Xandar () is a fictional planet appearing in American comic books published by Marvel Comics. The planet is depicted as being in the Tranta system in the Andromeda Galaxy. It is best known as the home world of the Nova Corps, an intergalactic police task force. Xandar is also the home planet of Firelord and Air-Walker, former Heralds of Galactus, as well as the super-villain and anti-hero Supernova.

The first appearance of Xandar was made in Nova #1 (1976) by writer Marv Wolfman and artist John Buscema. The 2014 film Guardians of the Galaxy introduced it to the Marvel Cinematic Universe as an alien planet where the major plot took place.

History
Blown apart in an attack by the Luphomoid Zorr, Xandar is saved from complete destruction by the timely intervention of Uatu the Watcher, who assists the Xandarians in creating a network of interconnected domed cities out of the largest remaining pieces of the planet.

The planet is later nearly destroyed by the Skrulls. Later still, Nebula destroyed the planet and the Nova Corps. The Nova Corps were resurrected by Richard Rider who used the Nova Force power to reboot the Xandarian Worldmind computer which proceeded to clone the dead Xandarians including Queen Adora.

The war-torn planet is, once again, completely destroyed, and the Nova Corps decimated at the hands of Annihilus. Rider stands as the last surviving Nova Corps member following the massacre. The collective hive mind which resided in Xandar's core, an entity known as the Xandarian Worldmind, also survived and is now housed within Rider's newly modified uniform, which has also been enhanced to assist him in containing the full measure of the Nova Force.

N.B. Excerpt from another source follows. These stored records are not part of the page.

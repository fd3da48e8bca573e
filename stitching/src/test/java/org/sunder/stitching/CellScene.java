package org.sunder.stitching;

import java.util.Random;

/**
 * A small test scene: ground truth cells from a Voronoi division of random seeds (anisotropic
 * distance, so the cells are elongated along x), a one-voxel membrane of background between
 * some cells, and affinities per offset (1 inside one cell, 0 across cells or into the
 * membrane) with optional seeded noise. Arrays in memory order; affinities channel last.
 */
final class CellScene {
  final int[] shape;
  final long[] groundTruth;
  final float[] affinities;
  final int[][] offsets;

  private CellScene(int[] shape, long[] groundTruth, float[] affinities, int[][] offsets) {
    this.shape = shape;
    this.groundTruth = groundTruth;
    this.affinities = affinities;
    this.offsets = offsets;
  }

  int voxelCount() {
    return shape[0] * shape[1] * shape[2];
  }

  /**
   * @param noise standard deviation of the Gaussian noise added to the exact affinities
   *     (affinities are then clipped to [0, 1]); 0 for exact affinities
   */
  static CellScene generate(int[] shape, int cellCount, int[][] offsets, double noise, long seed) {
    Random random = new Random(seed);
    int n = shape[0] * shape[1] * shape[2];
    double[][] seeds = new double[cellCount][3];
    for (double[] s : seeds) {
      for (int d = 0; d < 3; d++) {
        s[d] = random.nextDouble() * shape[d];
      }
    }
    double[] scale = {0.45, 1.0, 1.3};
    long[] gt = new long[n];
    int[] p = new int[3];
    for (int i = 0; i < n; i++) {
      position(i, shape, p);
      double best = Double.MAX_VALUE;
      double second = Double.MAX_VALUE;
      int label = 0;
      for (int c = 0; c < cellCount; c++) {
        double dist = 0;
        for (int d = 0; d < 3; d++) {
          double delta = (p[d] - seeds[c][d]) * scale[d];
          dist += delta * delta;
        }
        dist = Math.sqrt(dist);
        if (dist < best) {
          second = best;
          best = dist;
          label = c + 1;
        } else if (dist < second) {
          second = dist;
        }
      }
      gt[i] = second - best < 0.35 && label % 3 == 0 ? 0 : label;
    }
    int channels = offsets.length;
    float[] aff = new float[n * channels];
    int[] q = new int[3];
    for (int k = 0; k < channels; k++) {
      for (int i = 0; i < n; i++) {
        position(i, shape, p);
        boolean inside = true;
        for (int d = 0; d < 3; d++) {
          q[d] = p[d] + offsets[k][d];
          inside &= q[d] >= 0 && q[d] < shape[d];
        }
        float exact = 0;
        if (inside) {
          long a = gt[i];
          long b = gt[q[0] + shape[0] * (q[1] + shape[1] * q[2])];
          exact = a != 0 && a == b ? 1f : 0f;
        }
        float value = exact;
        if (noise > 0) {
          value = (float) Math.min(1, Math.max(0, exact + noise * random.nextGaussian()));
        }
        aff[i + n * k] = value;
      }
    }
    return new CellScene(shape.clone(), gt, aff, offsets);
  }

  static void position(int index, int[] shape, int[] out) {
    out[0] = index % shape[0];
    out[1] = index / shape[0] % shape[1];
    out[2] = index / (shape[0] * shape[1]);
  }
}
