package org.sunder.stitching;

import org.sunder.blockwise.partition.Linkage;
import org.sunder.blockwise.partition.PartitionConfig;

/** {@link ReducedGraphSolverContract} for {@link AgglomerativeSolver} with mean linkage. */
class AgglomerativeSolverTest extends ReducedGraphSolverContract {
  @Override
  ReducedGraphSolver solver() {
    return new AgglomerativeSolver(Linkage.MEAN, false, 0, "agglomeration mean");
  }

  @Override
  PartitionConfig exactOneBlockConfig() {
    return PartitionConfig.agglomeration(Linkage.MEAN, false, null, null);
  }
}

For a short time, Ego the Living Planet became a temporary home for the corps, known as "New Xandar." This was short lived as it was revealed Ego's intelligence was gradually returning and was attempting to corrupt the newly re-formed Nova Corps.

Xandarians
The Xandarians are a peaceful human-like race.

Royalty
Suzerain Adora was their Queen. Her husband Tanak Valt was Nova Prime. Adora once enlisted the Fantastic Four's help to end the war with the Skrulls.

Nova Corps

The Nova Corps was originally a space militia and exploration group for the planet Xandar. It consisted of 500 soldiers ranging in rank from Corpsman up to Centurion and its leader Centurion Nova Prime. The source of the Corps' power is a nearly limitless energy field called the Nova Force, generated by the Xandarian Worldmind. There are many notable individuals who used to be members of the Corps, including Peter Quill, Rocket Raccoon, and Samuel Alexander.

Xandarian Worldmind
The Xandarian Worldmind is a supercomputer located in the bowels of Xandar, made up of the collective intelligence of the deceased Nova Corps members and the Xandar people. Actual brains are stored within the computer. Its purpose is to preserve the knowledge and history of Xandar and to serve as the custodian of the Nova Force.

Known Xandarians
 Suzerain Adora
 Tanak Valt (Nova-Prime)
 Thoran Rul (Protector)
 Rhomann Dey (Nova, entrusted his powers to Richard Rider)
 Rieg Davan (Powerhouse)
 Garthan Saal (Supernova)
 Pyreus Kril (Firelord)
 Gabriel Lan (Air-Walker)
 Master Xar (Co-Creator of H.E.R.B.I.E.)

Other versions
Planet Xandar appeared as a flashback in the comic mini-series Avengers: Infinity War Prelude (2018).

In other media

Television
Xandar appears in the Guardians of the Galaxy animated series.

Film
Xandar appears in live-action films set in the Marvel Cinematic Universe as the capital planet of the Nova Empire and home of the Xandarians' military wing, the Nova Corps.
 Xandar first appeared in Guardians of the Galaxy. The Xandarians had signed a peace treaty with the Kree Empire, ending a war between the two sides. However, Kree fanatic Ronan the Accuser used an Infinity Stone to attack Xandar in retaliation for the death of his father and forefathers. However, the Guardians of the Galaxy and the Ravagers helped the Nova Corps defeat Ronan and entrusted the Infinity Stone to the Xandarians.
 The primary Xandarians are depicted with pink skin, though other alien species live in the planet's cities. The setting of Xandar was inspired by the monumental steel, glass, and white concrete Liège-Guillemins railway station in Liège, Belgium. During the filming process, London's Millennium Bridge was used to double as a location on Xandar.
 The planet Xandar was said to have been "decimated" by Thanos prior to the events of Avengers: Infinity War, as he sought the Infinity Stone in the Nova Corps' possession.

Video games
Xandar appears in Lego Marvel Super Heroes 2. The planet serves as the first level, wherein the Guardians of the Galaxy attempt to fight off Kang the Conqueror's forces. When Eson the Searcher was defeated, Kang stole a part of Xandar to incorporate into Chronopolis.